Directions for this task: Repeat each line of the records below exactly.
◆ ◆ ◆ ◆ ◆
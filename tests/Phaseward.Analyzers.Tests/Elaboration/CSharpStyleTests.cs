using System;
using System.Collections.Generic;
using System.Collections.Immutable;
using System.IO;
using System.Linq;
using System.Text.RegularExpressions;
using System.Threading;
using Microsoft.CodeAnalysis;
using Microsoft.CodeAnalysis.Diagnostics;
using Phaseward.Analyzers.Tests.Robustness;
using Phaseward.Checking;

namespace Phaseward.Analyzers.Tests.Elaboration;

/// <summary>
/// Designs written the way C# programmers write code (CSharpStyles/*.cs: blocks and hierarchy, user classes and
/// records, lambdas, LINQ, collections, strings, patterns, exceptions...). Each hides a hazard, named by a
/// <c>// expect: PWxxxx</c> line above the design. For every design: the analyzers report that hazard inside the design
/// and no PW9001/PW9002/PW9003 there; the compile-time netlist equals the run-time one, names and lines included.
/// </summary>
public class CSharpStyleTests
{
    private static readonly string Folder = Repository.PathOf("tests", "Phaseward.Analyzers.Tests", "Elaboration", "CSharpStyles");

    private static readonly Lazy<InMemoryDesigns> Designs = new(() =>
        InMemoryDesigns.FromFiles(Directory.GetFiles(Folder, "*.cs").OrderBy(p => p, StringComparer.Ordinal).ToArray()));

    private static readonly Lazy<ImmutableArray<Diagnostic>> Diagnostics = new(() =>
        Designs.Value.Compilation.WithAnalyzers(BoundedAnalysis.Analyzers)
            .GetAnalyzerDiagnosticsAsync(CancellationToken.None).GetAwaiter().GetResult());

    private static readonly Regex Expectation = new(@"// expect: (?<ids>PW\d{4}(, PW\d{4})*)\s*\n\s*public (sealed )?class (?<name>\w+) : Design", RegexOptions.Compiled);

    /// <summary>Every design of the folder with the rules it must show (read from the sources, so none is left out).</summary>
    public static TheoryData<string, string> Expected()
    {
        var data = new TheoryData<string, string>();
        foreach (var file in Directory.GetFiles(Folder, "*.cs").OrderBy(p => p, StringComparer.Ordinal))
            foreach (Match match in Expectation.Matches(File.ReadAllText(file).Replace("\r\n", "\n")))
                data.Add(match.Groups["name"].Value, match.Groups["ids"].Value);
        return data;
    }

    [Theory]
    [MemberData(nameof(Expected))]
    public void HazardIsFoundWithoutPW9001AndNetlistsAgree(string design, string expectedIds)
    {
        var compileTime = Designs.Value.CompileTime("CSharpStyles." + design);
        Assert.True(compileTime.Issues.Count == 0, design + ": " + string.Join("\n", compileTime.Issues));
        var findings = Checker.Check(compileTime.Netlist!).Findings;
        foreach (var id in expectedIds.Split(", "))
            Assert.True(findings.Any(f => f.RuleId == id), $"{design}: no {id}; found {string.Join("; ", findings)}");

        ParityTests.AssertParity(Designs.Value, "CSharpStyles." + design);
    }

    /// <summary>The same through the analyzers, as the compiler runs them: every expected rule is reported, nothing from PW9xxx.</summary>
    [Fact]
    public void TheAnalyzersReportTheHazardsAndNoElaborationGap()
    {
        var elaboration = Diagnostics.Value.Where(d => d.Id.StartsWith("PW9", StringComparison.Ordinal)).ToList();
        Assert.True(elaboration.Count == 0, string.Join("\n", elaboration));
        foreach (var id in Expected().SelectMany(row => ((string)row[1]).Split(", ")).Distinct())
            Assert.Contains(Diagnostics.Value, d => d.Id == id);
    }

    [Fact]
    public void EveryDesignInTheFolderStatesItsHazard()
    {
        var declared = Designs.Value.DesignNames.Select(n => n.Substring("CSharpStyles.".Length)).OrderBy(n => n, StringComparer.Ordinal);
        var expected = Expected().Select(row => (string)row[0]).OrderBy(n => n, StringComparer.Ordinal);
        Assert.Equal(declared, expected);
    }
}
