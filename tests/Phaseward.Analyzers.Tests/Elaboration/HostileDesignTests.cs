using System;
using System.Linq;
using System.Text.RegularExpressions;
using System.Threading.Tasks;
using Microsoft.CodeAnalysis;
using Microsoft.CodeAnalysis.Testing;
using Phaseward.Analyzers.Tests.Verifiers;
using Phaseward.Checking;

namespace Phaseward.Analyzers.Tests.Elaboration;

/// <summary>
/// Designs written to trip the elaborator up (undecidable switch cases, ...). Each either elaborates to the run-time
/// netlist or is PW9001 at the construct, and what depends on it is skipped: never a guessed branch, a wrong count or a
/// misnamed device. Every design counts its stages from the construct under test and makes one inverter per stage.
/// </summary>
public class HostileDesignTests
{
    private const string Outside = "it is outside what compile-time elaboration reads (only the Phaseward DSL, members of this compilation and pure library members)";

    [Fact]
    public async Task ASwitchCaseWhoseGuardIsUnknownRunsNoSection()
    {
        // Once the guard cannot be evaluated, which section runs is not known: the default section must not be taken.
        var source = Design("""
            switch (count)
            {
                case 3 when {|#0:System.Environment.ProcessorCount|} > 0:
                    count = 5;
                    break;
                default:
                    count = 2;
                    break;
            }
            """);
        await new PhasewardAnalyzerTest<ElaborationAnalyzer>(source, NotElaborated(0, "property 'Environment.ProcessorCount'", Outside)).RunAsync();
        AssertNoStage(source);
    }

    [Fact]
    public async Task ASwitchCaseWhosePatternCannotBeDecidedRunsNoSection()
    {
        var source = Design("""
            object pair = (1, 2);
            switch (pair)
            {
                case {|#0:System.IComparable<int>|}:
                    count = 5;
                    break;
                default:
                    count = 2;
                    break;
            }
            """);
        await new PhasewardAnalyzerTest<ElaborationAnalyzer>(source,
            NotElaborated(0, "this pattern", "whether the value matches it cannot be decided at compile time")).RunAsync();
        AssertNoStage(source);
    }

    private static DiagnosticResult NotElaborated(int location, string what, string why)
        => new DiagnosticResult(RuleCatalog.NotElaborated.Id, DiagnosticSeverity.Warning).WithLocation(location).WithArguments(what, why, "D");

    /// <summary>Nothing that depends on the construct is made: no stage at all.</summary>
    private static void AssertNoStage(string source)
    {
        var result = new InMemoryDesigns(("/hostile/D.cs", Plain(source))).CompileTime("Hostile.D");
        Assert.True(result.Issues.Count > 0);
        Assert.DoesNotContain(result.Netlist!.Devices, d => d.Name.StartsWith("s", StringComparison.Ordinal));
    }

    private static string Design(string statements, string members = "", string declarations = "") => $$"""
        using Phaseward;

        namespace Hostile
        {
            {{declarations}}

            public sealed class D : Design
            {
                {{members}}

                protected override void Describe(Circuit c)
                {
                    var count = 3;
                    {{statements}}
                    var x = c.Input("x");
                    for (var i = 0; i < count; i++)
                        x = c.Inverter(x, "s" + i);
                    c.Output("y", x);
                }
            }
        }
        """;

    private static string Plain(string marked) => Regex.Replace(marked, @"\{\|#\d:|\|\}", "");
}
◆ ◆ ◆ ◆ ◆
Your response:
filename tests/Phaseward.Analyzers.Tests/Elaboration/CSharpStyleTests.cs
using System;
using System.Collections.Generic;
using System.Collections.Immutable;
using System.IO;
using System.Linq;
using System.Text.RegularExpressions;
using System.Threading;
using Microsoft.CodeAnalysis;
using Microsoft.CodeAnalysis.Diagnostics;
using Phaseward.Analyzers.Tests.Robustness;
using Phaseward.Checking;

namespace Phaseward.Analyzers.Tests.Elaboration;

/// <summary>
/// Designs written the way C# programmers write code (CSharpStyles/*.cs: blocks and hierarchy, user classes and
/// records, lambdas, LINQ, collections, strings, patterns, exceptions...). Each hides a hazard, named by a
/// <c>// expect: PWxxxx</c> line above the design. For every design: the analyzers report that hazard inside the design
/// and no PW9001/PW9002/PW9003 there; the compile-time netlist equals the run-time one, names and lines included.
/// </summary>
public class CSharpStyleTests
{
    private static readonly string Folder = Repository.PathOf("tests", "Phaseward.Analyzers.Tests", "Elaboration", "CSharpStyles");

    private static readonly Lazy<InMemoryDesigns> Designs = new(() =>
        InMemoryDesigns.FromFiles(Directory.GetFiles(Folder, "*.cs").OrderBy(p => p, StringComparer.Ordinal).ToArray()));

    private static readonly Lazy<ImmutableArray<Diagnostic>> Diagnostics = new(() =>
        Designs.Value.Compilation.WithAnalyzers(BoundedAnalysis.Analyzers)
            .GetAnalyzerDiagnosticsAsync(CancellationToken.None).GetAwaiter().GetResult());

    private static readonly Regex Expectation = new(@"// expect: (?<ids>PW\d{4}(, PW\d{4})*)\s*\n\s*public (sealed )?class (?<name>\w+) : Design", RegexOptions.Compiled);

    /// <summary>Every design of the folder with the rules it must show (read from the sources, so none is left out).</summary>
    public static TheoryData<string, string> Expected()
    {
        var data = new TheoryData<string, string>();
        foreach (var file in Directory.GetFiles(Folder, "*.cs").OrderBy(p => p, StringComparer.Ordinal))
            foreach (Match match in Expectation.Matches(File.ReadAllText(file).Replace("\r\n", "\n")))
                data.Add(match.Groups["name"].Value, match.Groups["ids"].Value);
        return data;
    }

    [Theory]
    [MemberData(nameof(Expected))]
    public void HazardIsFoundWithoutPW9001AndNetlistsAgree(string design, string expectedIds)
    {
        var compileTime = Designs.Value.CompileTime("CSharpStyles." + design);
        Assert.True(compileTime.Issues.Count == 0, design + ": " + string.Join("\n", compileTime.Issues));
        var findings = Checker.Check(compileTime.Netlist!).Findings;
        foreach (var id in expectedIds.Split(", "))
            Assert.True(findings.Any(f => f.RuleId == id), $"{design}: no {id}; found {string.Join("; ", findings)}");

        ParityTests.AssertParity(Designs.Value, "CSharpStyles." + design);
    }

    /// <summary>The same through the analyzers, as the compiler runs them: every expected rule is reported, nothing from PW9xxx.</summary>
    [Fact]
    public void TheAnalyzersReportTheHazardsAndNoElaborationGap()
    {
        var elaboration = Diagnostics.Value.Where(d => d.Id.StartsWith("PW9", StringComparison.Ordinal)).ToList();
        Assert.True(elaboration.Count == 0, string.Join("\n", elaboration));
        foreach (var id in Expected().SelectMany(row => ((string)row[1]).Split(", ")).Distinct())
            Assert.Contains(Diagnostics.Value, d => d.Id == id);
    }

    [Fact]
    public void EveryDesignInTheFolderStatesItsHazard()
    {
        var declared = Designs.Value.DesignNames.Select(n => n.Substring("CSharpStyles.".Length)).OrderBy(n => n, StringComparer.Ordinal);
        var expected = Expected().Select(row => (string)row[0]).OrderBy(n => n, StringComparer.Ordinal);
        Assert.Equal(declared, expected);
    }
}
filename tests/Phaseward.Analyzers.Tests/Elaboration/HostileDesignTests.cs
using System;
using System.Linq;
using System.Text.RegularExpressions;
using System.Threading.Tasks;
using Microsoft.CodeAnalysis;
using Microsoft.CodeAnalysis.Testing;
using Phaseward.Analyzers.Tests.Verifiers;
using Phaseward.Checking;

namespace Phaseward.Analyzers.Tests.Elaboration;

/// <summary>
/// Designs written to trip the elaborator up (undecidable switch cases, ...). Each either elaborates to the run-time
/// netlist or is PW9001 at the construct, and what depends on it is skipped: never a guessed branch, a wrong count or a
/// misnamed device. Every design counts its stages from the construct under test and makes one inverter per stage.
/// </summary>
public class HostileDesignTests
{
    private const string Outside = "it is outside what compile-time elaboration reads (only the Phaseward DSL, members of this compilation and pure library members)";

    [Fact]
    public async Task ASwitchCaseWhoseGuardIsUnknownRunsNoSection()
    {
        // Once the guard cannot be evaluated, which section runs is not known: the default section must not be taken.
        var source = Design("""
            switch (count)
            {
                case 3 when {|#0:System.Environment.ProcessorCount|} > 0:
                    count = 5;
                    break;
                default:
                    count = 2;
                    break;
            }
            """);
        await new PhasewardAnalyzerTest<ElaborationAnalyzer>(source, NotElaborated(0, "property 'Environment.ProcessorCount'", Outside)).RunAsync();
        AssertNoStage(source);
    }

    [Fact]
    public async Task ASwitchCaseWhosePatternCannotBeDecidedRunsNoSection()
    {
        var source = Design("""
            object pair = (1, 2);
            switch (pair)
            {
                case {|#0:System.IComparable<int>|}:
                    count = 5;
                    break;
                default:
                    count = 2;
                    break;
            }
            """);
        await new PhasewardAnalyzerTest<ElaborationAnalyzer>(source,
            NotElaborated(0, "this pattern", "whether the value matches it cannot be decided at compile time")).RunAsync();
        AssertNoStage(source);
    }

    private static DiagnosticResult NotElaborated(int location, string what, string why)
        => new DiagnosticResult(RuleCatalog.NotElaborated.Id, DiagnosticSeverity.Warning).WithLocation(location).WithArguments(what, why, "D");

    /// <summary>Nothing that depends on the construct is made: no stage at all.</summary>
    private static void AssertNoStage(string source)
    {
        var result = new InMemoryDesigns(("/hostile/D.cs", Plain(source))).CompileTime("Hostile.D");
        Assert.True(result.Issues.Count > 0);
        Assert.DoesNotContain(result.Netlist!.Devices, d => d.Name.StartsWith("s", StringComparison.Ordinal));
    }

    private static string Design(string statements, string members = "", string declarations = "") => $$"""
        using Phaseward;

        namespace Hostile
        {
            {{declarations}}

            public sealed class D : Design
            {
                {{members}}

                protected override void Describe(Circuit c)
                {
                    var count = 3;
                    {{statements}}
                    var x = c.Input("x");
                    for (var i = 0; i < count; i++)
                        x = c.Inverter(x, "s" + i);
                    c.Output("y", x);
                }
            }
        }
        """;

    private static string Plain(string marked) => Regex.Replace(marked, @"\{\|#\d:|\|\}", "");
}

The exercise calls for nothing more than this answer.